Academic and Societal impact:

To maximise the dissemination of our findings, we will invite UK academic and industrial researchers to a 1-day "sandpit-style" event early in the project and to an "NIR Symposium" towards the end. The first will aim to discuss needs and exchange ideas; the latter will showcase the key findings of our research, with presentations from the applicants and/or the PDRAs, along with selected invited lectures from overseas researchers with an interest in this spectral region.
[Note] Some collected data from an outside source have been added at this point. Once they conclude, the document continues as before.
// The engine's own finding, fix and edit types; adapters (LSP, CLI) convert them at their edge.
import type { Span } from './ir';

export type Level = 'error' | 'warning' | 'info' | 'hint';
export type LevelSetting = Level | 'off';
export const LEVELS: readonly Level[] = ['error', 'warning', 'info', 'hint'];
export const LEVEL_RANK: Record<Level, number> = { error: 3, warning: 2, info: 1, hint: 0 };

/** Replace [start, end) of the analysed text of `path` with `newText`. Offsets are UTF-16 code units. */
export interface TextEdit {
  path: string;
  start: number;
  end: number;
  newText: string;
}

export type FixKind = 'safe' | 'suggested';

export interface Fix {
  title: string;
  kind: FixKind;
  edits: TextEdit[];
}

export interface Related {
  path: string;
  span: Span;
  message: string;
}

export interface Finding {
  rule: string;
  level: Level;
  path: string;
  span: Span;
  message: string;
  messageId: string;
  related: Related[];
  fixes: Fix[];
  /** `unnecessary` renders faded in editors (e.g. a bias the next norm cancels). */
  tags: ('unnecessary' | 'deprecated')[];
}

export interface Thresholds {
  /** Per-device batch below which BatchNorm statistics are called starved (rule of thumb). */
  minBatchPerDevice: number;
  /** How many devices nn.DataParallel splits a batch across; undefined when unknown. */
  devicesPerProcess?: number;
  /** A drop rate at or above this reads like a keep probability. */
  suspiciousDropRate: number;
}

export const DEFAULT_THRESHOLDS: Thresholds = { minBatchPerDevice: 16, suspiciousDropRate: 0.8 };

export interface EngineOptions {
  levels?: Record<string, LevelSetting>;
  thresholds?: Partial<Thresholds>;
}
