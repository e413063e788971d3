// The rule contract: metadata, messages keyed by id with typed placeholders, and a pure check over the views.
import type { Span } from './ir';
import type { Fix, Level, Related, TextEdit, Thresholds } from './types';
import type { Workspace, WorkspaceFile } from './workspace';
import type { Views } from './views';

export type Family = 'model' | 'training' | 'data';
export type Framework = 'pytorch' | 'keras' | 'flax' | 'sklearn' | 'torchvision';

/** `'{layer} feeds {norm}'` → `'layer' | 'norm'`. */
export type Placeholders<S extends string> = S extends `${string}{${infer P}}${infer Rest}` ? P | Placeholders<Rest> : never;

export interface RuleMeta<M extends Record<string, string>> {
  id: string;
  title: string;
  family: Family;
  level: Level;
  frameworks: Framework[];
  /** One sentence: what it finds. */
  summary: string;
  fix: 'safe' | 'suggested' | 'none';
  /** Published sources the rule rests on; `(memory)` marks values not read in the primary source. */
  sources: string[];
  messages: M;
}

export interface Report<M extends Record<string, string>, K extends keyof M & string> {
  messageId: K;
  data: Record<Placeholders<M[K]>, string | number>;
  path: string;
  span: Span;
  /** Overrides the rule's default level for this finding (e.g. error for a rate that raises). */
  level?: Level;
  related?: Related[];
  fixes?: Fix[];
  tags?: ('unnecessary' | 'deprecated')[];
}

export interface RuleContext<M extends Record<string, string>> {
  /** The file being checked; findings may point into other files (a helper that built the layer). */
  file: WorkspaceFile;
  path: string;
  ws: Workspace;
  views: Views;
  thresholds: Thresholds;
  report<K extends keyof M & string>(r: Report<M, K>): void;
  /** Text of any workspace file's analysed program, for building edits. */
  textOf(path: string): string;
  edit(path: string, start: number, end: number, newText: string): TextEdit;
}

export interface Rule<M extends Record<string, string> = Record<string, string>> {
  meta: RuleMeta<M>;
  check(ctx: RuleContext<M>): void;
}

export function defineRule<const M extends Record<string, string>>(rule: { meta: RuleMeta<M>; check(ctx: RuleContext<M>): void }): Rule<M> {
  return rule;
}

/** Fills `{name}` placeholders; an unknown placeholder is a bug the rule tests catch. */
export function formatMessage(template: string, data: Record<string, string | number>): string {
  return template.replace(/\{(\w+)\}/g, (_, k: string) => {
    if (!(k in data)) throw new Error(`message placeholder {${k}} has no value`);
    return String(data[k]);
  });
}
This dissemination route will be complemented by prompt publication of key results in leading high-visibility journals.

The PI has also been an instructor in a number of research-led summer schools on inorganic spectroscopy (e.g. the Dalton Summer School held in Edinburgh and similar events of the Polish Academy of Sciences and of Universities in Region Bretagne, France). Participation at such events - invariably well-received - allows results to be communicated to the next generation of researchers currently at PhD or PDRA stage of their careers.

The applicants are keen to engage with the wider public about their research. We will work on the design of a submission for the Durham Lumiere Festival (a biennial light show largely funded by Durham County Council, with Durham University as a partner) for an exhibit on light-emitting materials in the event anticipated in Nov 2021.